Start of The records

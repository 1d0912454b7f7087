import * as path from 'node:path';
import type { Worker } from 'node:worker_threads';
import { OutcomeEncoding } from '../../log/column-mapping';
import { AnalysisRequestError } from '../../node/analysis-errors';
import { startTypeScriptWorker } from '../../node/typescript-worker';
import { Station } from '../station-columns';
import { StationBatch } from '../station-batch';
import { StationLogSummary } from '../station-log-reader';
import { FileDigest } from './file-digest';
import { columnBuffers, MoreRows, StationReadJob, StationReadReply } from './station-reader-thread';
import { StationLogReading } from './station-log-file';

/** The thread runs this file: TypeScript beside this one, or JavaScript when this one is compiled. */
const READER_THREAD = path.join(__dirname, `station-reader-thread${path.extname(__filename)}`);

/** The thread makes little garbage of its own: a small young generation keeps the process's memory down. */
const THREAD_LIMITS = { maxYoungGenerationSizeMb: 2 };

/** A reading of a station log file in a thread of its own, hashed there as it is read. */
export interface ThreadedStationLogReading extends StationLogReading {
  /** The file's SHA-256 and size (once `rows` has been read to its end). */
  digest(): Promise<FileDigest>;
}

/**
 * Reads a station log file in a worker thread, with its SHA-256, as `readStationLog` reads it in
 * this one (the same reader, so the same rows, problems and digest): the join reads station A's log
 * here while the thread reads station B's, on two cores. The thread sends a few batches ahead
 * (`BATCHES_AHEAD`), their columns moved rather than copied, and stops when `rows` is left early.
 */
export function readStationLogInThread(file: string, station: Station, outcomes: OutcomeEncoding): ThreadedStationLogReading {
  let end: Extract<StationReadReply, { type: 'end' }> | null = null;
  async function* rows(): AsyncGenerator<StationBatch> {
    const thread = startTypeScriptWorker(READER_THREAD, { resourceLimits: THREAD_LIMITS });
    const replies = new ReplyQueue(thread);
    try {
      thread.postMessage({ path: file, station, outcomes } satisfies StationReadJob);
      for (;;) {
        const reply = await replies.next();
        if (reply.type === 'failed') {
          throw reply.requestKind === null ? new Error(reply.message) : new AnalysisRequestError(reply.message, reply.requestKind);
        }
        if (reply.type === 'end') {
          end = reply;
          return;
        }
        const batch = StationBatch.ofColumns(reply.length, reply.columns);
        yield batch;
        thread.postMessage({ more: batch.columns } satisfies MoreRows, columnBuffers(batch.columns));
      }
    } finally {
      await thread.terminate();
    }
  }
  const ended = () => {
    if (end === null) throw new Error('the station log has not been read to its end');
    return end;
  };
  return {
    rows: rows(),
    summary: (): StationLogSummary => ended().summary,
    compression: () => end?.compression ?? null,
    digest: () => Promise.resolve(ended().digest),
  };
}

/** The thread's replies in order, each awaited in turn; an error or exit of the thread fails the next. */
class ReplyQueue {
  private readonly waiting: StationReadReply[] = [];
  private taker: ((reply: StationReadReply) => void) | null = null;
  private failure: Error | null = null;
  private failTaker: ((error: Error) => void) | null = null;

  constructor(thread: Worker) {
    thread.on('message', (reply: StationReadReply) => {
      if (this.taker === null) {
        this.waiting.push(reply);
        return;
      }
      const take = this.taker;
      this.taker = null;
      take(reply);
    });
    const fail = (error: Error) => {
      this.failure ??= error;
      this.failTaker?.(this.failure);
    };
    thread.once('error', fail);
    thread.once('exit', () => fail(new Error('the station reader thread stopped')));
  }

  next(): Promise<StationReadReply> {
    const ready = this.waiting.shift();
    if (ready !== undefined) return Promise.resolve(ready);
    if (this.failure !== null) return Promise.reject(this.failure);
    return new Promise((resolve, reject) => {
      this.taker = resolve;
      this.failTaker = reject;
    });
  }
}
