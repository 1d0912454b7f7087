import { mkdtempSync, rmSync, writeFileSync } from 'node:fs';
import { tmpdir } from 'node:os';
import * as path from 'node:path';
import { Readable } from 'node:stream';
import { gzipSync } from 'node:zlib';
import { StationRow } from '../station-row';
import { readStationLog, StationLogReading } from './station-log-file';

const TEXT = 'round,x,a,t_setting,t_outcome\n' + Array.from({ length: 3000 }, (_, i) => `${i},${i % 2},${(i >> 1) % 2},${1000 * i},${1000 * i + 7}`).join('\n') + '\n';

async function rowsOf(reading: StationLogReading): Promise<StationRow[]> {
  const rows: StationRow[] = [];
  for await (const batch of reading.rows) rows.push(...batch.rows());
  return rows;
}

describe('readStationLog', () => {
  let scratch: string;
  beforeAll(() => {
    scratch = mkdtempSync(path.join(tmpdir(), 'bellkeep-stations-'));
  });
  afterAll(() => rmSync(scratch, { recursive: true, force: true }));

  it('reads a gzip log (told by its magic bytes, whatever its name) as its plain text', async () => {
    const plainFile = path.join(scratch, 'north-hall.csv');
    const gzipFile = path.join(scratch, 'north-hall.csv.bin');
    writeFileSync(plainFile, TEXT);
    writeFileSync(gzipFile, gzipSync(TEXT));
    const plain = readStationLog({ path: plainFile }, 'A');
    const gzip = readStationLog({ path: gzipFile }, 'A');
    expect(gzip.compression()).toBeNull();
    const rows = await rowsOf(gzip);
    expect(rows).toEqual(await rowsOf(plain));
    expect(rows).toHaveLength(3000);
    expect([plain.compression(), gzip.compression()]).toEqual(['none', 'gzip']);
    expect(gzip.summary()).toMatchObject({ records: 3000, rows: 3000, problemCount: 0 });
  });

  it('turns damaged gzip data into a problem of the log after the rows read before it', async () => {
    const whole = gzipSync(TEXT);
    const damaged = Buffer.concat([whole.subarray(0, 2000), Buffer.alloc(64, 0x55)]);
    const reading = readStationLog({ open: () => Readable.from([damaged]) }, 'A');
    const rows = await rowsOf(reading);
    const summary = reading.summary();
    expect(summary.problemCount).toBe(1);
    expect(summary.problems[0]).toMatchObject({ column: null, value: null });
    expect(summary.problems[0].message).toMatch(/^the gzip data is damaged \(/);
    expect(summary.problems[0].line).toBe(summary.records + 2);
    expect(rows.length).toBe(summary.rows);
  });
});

End of The records

Work instructions:
Would you return, unchanged, the lines from the one containing "const summary = reading.summary();" through the end of the entries?

Solution for this problem:
    const summary = reading.summary();
    expect(summary.problemCount).toBe(1);
    expect(summary.problems[0]).toMatchObject({ column: null, value: null });
    expect(summary.problems[0].message).toMatch(/^the gzip data is damaged \(/);
    expect(summary.problems[0].line).toBe(summary.records + 2);
    expect(rows.length).toBe(summary.rows);
  });
});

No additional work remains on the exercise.